[Saved data entries]
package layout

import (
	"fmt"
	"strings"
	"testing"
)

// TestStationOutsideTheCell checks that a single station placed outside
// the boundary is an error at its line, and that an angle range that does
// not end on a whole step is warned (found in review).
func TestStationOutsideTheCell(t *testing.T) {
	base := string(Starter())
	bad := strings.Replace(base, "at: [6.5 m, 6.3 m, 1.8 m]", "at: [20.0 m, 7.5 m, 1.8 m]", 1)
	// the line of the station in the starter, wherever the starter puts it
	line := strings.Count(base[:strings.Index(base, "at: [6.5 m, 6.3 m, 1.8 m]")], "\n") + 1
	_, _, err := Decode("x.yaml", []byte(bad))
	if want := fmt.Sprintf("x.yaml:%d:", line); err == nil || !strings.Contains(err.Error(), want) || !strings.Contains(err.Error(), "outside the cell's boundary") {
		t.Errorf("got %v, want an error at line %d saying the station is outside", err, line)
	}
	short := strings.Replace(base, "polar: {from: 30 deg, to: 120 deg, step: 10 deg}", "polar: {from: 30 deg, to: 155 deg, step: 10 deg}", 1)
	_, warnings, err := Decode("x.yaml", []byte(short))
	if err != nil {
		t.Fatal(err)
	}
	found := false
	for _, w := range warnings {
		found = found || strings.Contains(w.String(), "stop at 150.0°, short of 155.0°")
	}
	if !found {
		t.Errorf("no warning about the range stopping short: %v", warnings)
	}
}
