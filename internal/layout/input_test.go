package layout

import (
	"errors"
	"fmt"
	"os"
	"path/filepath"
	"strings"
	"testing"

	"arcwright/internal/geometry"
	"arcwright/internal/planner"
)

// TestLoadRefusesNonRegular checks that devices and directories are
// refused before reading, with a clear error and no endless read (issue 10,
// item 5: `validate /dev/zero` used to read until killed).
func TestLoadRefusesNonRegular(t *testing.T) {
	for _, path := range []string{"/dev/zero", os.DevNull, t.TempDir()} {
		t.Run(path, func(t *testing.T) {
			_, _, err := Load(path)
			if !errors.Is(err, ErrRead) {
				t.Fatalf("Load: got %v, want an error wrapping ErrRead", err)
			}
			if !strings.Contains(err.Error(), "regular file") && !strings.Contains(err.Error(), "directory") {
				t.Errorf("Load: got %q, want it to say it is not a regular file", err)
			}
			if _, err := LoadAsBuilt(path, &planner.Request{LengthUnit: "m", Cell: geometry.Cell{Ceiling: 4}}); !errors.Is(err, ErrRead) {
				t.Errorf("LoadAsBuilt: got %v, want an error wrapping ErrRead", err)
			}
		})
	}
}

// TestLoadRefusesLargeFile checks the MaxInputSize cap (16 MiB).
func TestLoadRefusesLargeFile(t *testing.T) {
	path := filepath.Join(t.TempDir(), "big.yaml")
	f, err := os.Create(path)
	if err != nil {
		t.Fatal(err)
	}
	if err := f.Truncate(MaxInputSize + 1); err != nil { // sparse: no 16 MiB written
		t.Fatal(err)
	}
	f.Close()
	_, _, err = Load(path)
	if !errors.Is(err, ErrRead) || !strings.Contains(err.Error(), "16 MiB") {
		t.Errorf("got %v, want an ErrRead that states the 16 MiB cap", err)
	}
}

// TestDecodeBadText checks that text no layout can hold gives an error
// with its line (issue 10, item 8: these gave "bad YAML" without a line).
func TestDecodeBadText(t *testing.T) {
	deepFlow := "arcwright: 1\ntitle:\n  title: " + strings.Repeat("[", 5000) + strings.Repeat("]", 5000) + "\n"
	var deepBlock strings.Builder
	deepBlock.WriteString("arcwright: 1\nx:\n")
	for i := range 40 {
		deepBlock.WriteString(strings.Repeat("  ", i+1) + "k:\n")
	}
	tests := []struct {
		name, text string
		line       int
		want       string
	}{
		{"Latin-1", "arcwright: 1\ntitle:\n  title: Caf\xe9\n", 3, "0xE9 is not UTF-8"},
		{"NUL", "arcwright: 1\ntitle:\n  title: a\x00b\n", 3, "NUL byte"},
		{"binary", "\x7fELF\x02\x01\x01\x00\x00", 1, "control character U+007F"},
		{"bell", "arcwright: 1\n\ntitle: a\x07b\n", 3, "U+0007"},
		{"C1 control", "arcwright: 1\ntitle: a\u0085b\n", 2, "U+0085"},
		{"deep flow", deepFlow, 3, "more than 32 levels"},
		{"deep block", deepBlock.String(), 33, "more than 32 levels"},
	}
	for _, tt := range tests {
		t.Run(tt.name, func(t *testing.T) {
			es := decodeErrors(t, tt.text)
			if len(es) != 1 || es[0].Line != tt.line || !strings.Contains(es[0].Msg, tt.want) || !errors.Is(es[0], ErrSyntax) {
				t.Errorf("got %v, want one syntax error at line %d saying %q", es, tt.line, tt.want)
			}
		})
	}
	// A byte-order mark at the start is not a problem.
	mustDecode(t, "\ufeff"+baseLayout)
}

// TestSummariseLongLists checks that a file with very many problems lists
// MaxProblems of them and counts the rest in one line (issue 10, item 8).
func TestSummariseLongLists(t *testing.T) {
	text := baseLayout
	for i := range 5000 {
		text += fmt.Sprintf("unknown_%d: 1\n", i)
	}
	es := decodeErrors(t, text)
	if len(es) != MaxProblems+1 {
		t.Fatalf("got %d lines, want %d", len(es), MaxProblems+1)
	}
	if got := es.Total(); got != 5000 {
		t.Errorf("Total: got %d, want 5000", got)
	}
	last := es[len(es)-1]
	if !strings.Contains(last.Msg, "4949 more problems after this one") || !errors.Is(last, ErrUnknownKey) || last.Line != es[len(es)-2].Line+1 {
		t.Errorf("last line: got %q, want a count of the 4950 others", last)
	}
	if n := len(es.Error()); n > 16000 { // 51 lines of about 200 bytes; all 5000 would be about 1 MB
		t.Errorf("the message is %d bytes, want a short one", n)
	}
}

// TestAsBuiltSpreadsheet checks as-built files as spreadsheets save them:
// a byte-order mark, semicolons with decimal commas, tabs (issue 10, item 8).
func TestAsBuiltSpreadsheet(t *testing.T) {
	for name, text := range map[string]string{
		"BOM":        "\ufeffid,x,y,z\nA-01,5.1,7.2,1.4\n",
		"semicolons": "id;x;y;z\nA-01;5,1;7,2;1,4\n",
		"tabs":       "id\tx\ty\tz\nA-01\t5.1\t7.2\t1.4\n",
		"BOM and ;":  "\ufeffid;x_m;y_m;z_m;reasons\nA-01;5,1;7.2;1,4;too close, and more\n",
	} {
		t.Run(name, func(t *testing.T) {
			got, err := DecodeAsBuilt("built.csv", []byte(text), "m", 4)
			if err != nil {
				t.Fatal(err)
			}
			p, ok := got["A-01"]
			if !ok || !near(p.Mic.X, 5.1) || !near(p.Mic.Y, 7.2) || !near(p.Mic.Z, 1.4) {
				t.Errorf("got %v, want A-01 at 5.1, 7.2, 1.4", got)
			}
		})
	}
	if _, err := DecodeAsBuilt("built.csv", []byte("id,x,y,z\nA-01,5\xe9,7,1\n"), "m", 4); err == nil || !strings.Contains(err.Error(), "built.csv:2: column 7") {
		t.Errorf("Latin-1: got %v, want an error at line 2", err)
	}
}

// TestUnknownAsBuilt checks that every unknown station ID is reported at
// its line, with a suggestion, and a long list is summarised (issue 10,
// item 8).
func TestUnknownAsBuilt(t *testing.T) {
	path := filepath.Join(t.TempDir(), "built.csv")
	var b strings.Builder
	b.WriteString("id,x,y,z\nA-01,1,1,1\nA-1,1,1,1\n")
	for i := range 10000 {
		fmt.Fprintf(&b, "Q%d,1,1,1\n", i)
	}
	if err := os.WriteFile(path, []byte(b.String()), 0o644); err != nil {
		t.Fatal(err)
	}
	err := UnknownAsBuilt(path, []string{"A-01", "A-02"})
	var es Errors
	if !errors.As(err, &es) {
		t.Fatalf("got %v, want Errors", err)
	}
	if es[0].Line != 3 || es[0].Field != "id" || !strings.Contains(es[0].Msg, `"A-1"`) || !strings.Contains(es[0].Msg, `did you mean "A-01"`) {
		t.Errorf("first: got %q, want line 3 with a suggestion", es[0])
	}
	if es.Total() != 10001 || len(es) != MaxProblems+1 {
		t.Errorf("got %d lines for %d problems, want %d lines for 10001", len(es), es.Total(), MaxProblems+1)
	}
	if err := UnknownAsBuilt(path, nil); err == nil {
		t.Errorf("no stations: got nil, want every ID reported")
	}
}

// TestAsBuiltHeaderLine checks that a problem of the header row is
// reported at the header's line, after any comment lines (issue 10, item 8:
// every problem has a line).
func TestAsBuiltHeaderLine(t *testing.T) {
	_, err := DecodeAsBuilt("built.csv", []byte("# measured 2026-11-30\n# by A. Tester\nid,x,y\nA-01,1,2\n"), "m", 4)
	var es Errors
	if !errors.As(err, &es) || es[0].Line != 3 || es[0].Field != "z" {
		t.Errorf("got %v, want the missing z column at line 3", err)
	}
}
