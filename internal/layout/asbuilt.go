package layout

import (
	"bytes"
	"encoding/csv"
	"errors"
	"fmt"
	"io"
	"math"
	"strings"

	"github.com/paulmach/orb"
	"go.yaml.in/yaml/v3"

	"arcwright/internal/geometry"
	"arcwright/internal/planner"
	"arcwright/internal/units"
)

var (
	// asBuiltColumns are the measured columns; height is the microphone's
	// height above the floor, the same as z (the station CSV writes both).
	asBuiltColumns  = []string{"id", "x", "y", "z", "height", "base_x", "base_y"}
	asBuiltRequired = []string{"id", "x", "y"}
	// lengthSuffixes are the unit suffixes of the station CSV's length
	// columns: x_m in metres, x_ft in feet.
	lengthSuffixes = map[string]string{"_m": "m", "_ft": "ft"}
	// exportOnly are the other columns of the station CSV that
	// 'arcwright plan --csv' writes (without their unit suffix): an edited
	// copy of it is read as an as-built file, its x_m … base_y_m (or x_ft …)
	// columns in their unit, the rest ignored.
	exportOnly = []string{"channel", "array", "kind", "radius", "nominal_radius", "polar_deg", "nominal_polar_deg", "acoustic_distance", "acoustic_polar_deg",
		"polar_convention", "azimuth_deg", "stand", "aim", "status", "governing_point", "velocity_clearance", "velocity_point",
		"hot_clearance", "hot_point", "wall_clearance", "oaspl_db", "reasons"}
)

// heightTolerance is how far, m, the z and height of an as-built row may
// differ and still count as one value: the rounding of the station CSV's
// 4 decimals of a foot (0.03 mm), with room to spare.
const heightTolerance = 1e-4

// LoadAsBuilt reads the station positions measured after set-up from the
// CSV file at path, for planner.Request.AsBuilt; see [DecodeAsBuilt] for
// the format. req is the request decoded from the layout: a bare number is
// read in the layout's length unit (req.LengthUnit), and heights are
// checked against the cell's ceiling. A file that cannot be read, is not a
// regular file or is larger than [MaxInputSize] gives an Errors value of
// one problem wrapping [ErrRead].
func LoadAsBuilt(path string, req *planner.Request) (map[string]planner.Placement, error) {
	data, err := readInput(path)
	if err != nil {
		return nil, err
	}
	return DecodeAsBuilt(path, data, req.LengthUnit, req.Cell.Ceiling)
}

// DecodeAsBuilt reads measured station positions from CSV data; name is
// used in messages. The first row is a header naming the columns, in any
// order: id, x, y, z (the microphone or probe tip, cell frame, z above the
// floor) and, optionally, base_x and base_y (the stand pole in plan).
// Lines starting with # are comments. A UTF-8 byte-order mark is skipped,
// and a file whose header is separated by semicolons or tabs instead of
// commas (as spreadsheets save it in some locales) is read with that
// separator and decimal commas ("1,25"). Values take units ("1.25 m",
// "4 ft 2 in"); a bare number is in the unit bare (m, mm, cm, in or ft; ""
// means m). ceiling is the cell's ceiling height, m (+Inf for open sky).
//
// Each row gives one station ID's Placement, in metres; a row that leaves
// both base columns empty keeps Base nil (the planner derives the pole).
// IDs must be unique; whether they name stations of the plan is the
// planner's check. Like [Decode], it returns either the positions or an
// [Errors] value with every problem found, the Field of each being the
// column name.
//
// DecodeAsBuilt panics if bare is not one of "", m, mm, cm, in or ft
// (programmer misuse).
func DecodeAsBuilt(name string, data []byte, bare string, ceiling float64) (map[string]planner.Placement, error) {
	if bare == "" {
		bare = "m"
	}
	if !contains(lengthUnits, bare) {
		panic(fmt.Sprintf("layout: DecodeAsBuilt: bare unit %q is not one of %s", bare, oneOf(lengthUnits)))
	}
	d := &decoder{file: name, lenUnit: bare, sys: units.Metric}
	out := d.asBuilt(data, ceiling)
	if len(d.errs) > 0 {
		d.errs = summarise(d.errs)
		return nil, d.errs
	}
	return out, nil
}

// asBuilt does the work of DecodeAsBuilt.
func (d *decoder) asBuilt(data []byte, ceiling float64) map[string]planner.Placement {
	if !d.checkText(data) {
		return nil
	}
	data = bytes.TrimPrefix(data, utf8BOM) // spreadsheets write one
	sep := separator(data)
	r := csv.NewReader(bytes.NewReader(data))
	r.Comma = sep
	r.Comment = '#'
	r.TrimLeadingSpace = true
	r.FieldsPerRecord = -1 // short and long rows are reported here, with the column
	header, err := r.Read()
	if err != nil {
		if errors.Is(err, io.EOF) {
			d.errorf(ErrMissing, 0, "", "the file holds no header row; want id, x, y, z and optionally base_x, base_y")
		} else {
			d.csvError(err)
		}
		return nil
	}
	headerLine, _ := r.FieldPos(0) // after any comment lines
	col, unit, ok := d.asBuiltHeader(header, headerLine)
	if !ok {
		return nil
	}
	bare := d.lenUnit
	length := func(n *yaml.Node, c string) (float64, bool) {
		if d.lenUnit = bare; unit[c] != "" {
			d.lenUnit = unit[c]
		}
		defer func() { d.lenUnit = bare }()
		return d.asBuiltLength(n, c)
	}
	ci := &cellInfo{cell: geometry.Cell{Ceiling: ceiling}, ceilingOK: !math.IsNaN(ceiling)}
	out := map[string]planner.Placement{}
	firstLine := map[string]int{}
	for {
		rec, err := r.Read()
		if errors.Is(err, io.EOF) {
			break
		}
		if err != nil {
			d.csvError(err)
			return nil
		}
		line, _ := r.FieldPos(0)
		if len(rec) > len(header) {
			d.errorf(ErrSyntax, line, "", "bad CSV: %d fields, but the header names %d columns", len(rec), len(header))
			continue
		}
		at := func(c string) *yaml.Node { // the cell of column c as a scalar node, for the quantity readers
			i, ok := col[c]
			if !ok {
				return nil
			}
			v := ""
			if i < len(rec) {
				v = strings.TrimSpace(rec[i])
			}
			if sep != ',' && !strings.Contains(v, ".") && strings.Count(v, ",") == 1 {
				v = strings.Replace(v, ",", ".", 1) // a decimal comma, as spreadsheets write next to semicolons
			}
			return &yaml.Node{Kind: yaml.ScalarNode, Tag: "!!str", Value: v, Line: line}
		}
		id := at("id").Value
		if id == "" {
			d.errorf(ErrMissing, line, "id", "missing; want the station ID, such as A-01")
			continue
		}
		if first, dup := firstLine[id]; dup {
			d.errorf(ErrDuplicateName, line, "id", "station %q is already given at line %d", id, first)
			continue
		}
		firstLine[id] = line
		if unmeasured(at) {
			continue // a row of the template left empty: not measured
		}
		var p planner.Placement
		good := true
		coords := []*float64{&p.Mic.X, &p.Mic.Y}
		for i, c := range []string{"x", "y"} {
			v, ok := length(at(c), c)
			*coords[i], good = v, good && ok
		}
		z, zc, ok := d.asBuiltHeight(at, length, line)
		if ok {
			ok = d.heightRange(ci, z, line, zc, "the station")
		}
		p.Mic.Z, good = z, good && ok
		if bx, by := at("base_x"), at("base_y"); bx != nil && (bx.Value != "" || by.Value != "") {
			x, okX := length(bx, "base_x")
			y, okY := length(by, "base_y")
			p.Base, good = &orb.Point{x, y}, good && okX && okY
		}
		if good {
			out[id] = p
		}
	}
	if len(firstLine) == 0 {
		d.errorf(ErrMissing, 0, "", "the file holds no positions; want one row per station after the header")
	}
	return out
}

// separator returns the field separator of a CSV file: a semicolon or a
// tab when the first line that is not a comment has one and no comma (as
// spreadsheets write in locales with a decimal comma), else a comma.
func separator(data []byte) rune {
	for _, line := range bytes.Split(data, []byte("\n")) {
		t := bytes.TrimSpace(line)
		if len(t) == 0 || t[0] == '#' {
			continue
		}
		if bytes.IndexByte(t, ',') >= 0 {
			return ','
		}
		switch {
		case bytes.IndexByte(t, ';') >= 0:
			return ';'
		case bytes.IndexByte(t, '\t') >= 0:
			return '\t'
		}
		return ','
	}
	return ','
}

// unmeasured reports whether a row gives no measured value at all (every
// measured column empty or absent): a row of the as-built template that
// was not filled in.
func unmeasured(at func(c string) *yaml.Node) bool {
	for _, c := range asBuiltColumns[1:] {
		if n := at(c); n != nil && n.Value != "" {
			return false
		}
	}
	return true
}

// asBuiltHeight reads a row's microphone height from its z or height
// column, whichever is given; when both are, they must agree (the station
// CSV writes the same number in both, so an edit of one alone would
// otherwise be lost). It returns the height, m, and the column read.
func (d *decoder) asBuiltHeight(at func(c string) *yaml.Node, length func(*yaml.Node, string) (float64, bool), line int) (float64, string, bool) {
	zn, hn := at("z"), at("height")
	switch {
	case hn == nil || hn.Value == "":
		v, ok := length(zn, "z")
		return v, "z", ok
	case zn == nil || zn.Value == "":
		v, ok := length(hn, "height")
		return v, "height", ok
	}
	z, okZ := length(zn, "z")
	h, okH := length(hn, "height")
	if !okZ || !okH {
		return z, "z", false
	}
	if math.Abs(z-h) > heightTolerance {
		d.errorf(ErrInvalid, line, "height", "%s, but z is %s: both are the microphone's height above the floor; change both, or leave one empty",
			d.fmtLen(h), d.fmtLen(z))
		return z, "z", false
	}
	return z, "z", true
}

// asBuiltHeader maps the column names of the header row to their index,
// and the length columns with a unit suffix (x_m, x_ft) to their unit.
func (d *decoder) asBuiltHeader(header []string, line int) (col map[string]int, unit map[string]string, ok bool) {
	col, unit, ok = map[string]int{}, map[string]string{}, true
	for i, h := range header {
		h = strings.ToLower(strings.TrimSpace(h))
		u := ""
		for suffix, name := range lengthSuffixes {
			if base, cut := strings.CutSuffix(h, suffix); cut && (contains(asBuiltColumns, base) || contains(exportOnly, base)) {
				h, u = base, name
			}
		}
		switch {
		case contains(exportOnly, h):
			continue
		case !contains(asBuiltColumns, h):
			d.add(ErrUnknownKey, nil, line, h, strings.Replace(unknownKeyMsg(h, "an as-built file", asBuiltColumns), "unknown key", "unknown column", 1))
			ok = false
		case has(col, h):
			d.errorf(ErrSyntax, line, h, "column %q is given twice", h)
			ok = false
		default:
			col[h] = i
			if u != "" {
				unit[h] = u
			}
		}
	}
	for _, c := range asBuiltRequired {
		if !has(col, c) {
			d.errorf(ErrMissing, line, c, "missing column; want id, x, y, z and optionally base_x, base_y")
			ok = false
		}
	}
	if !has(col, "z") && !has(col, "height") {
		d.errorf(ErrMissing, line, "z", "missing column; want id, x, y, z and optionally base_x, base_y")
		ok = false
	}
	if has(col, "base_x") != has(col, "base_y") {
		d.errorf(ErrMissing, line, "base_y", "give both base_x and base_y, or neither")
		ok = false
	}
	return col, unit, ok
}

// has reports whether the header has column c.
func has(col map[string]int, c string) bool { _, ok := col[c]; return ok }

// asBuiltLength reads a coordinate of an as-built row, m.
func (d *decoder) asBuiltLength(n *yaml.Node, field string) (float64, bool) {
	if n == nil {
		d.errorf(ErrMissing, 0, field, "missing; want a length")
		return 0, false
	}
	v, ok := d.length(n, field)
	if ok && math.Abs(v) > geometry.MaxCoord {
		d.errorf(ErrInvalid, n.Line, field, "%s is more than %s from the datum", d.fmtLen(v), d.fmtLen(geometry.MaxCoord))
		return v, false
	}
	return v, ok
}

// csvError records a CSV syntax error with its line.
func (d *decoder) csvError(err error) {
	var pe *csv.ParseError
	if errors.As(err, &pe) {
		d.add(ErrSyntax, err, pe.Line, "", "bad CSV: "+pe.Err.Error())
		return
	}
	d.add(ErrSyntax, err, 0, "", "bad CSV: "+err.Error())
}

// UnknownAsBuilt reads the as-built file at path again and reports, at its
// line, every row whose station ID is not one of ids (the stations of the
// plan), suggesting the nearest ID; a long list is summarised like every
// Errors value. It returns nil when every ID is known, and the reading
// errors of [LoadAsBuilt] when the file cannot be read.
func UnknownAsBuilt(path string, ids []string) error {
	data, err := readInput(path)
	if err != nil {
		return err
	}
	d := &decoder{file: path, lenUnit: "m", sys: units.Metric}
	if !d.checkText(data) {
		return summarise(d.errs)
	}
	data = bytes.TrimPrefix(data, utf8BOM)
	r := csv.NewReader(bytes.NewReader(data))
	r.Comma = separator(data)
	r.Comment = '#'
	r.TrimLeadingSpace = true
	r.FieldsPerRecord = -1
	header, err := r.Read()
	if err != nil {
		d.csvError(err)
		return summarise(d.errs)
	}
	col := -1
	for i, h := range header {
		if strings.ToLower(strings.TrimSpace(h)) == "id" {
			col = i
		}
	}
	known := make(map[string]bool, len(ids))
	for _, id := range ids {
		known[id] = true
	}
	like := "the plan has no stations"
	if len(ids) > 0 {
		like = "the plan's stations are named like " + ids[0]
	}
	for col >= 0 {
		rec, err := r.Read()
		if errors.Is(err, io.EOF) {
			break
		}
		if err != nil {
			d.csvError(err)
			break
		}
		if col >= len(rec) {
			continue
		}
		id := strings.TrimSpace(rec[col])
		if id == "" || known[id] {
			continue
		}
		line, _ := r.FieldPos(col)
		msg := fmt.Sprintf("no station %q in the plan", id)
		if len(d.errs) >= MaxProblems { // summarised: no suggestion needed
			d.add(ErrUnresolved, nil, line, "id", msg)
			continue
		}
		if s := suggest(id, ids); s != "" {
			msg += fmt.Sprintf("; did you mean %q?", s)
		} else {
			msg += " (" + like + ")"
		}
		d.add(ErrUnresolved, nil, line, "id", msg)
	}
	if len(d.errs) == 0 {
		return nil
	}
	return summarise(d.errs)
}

## BRIEF
Counting only lines that hold the string "ToLower", give the number of such lines in the records. Write nothing else.

## TASK ANSWER
2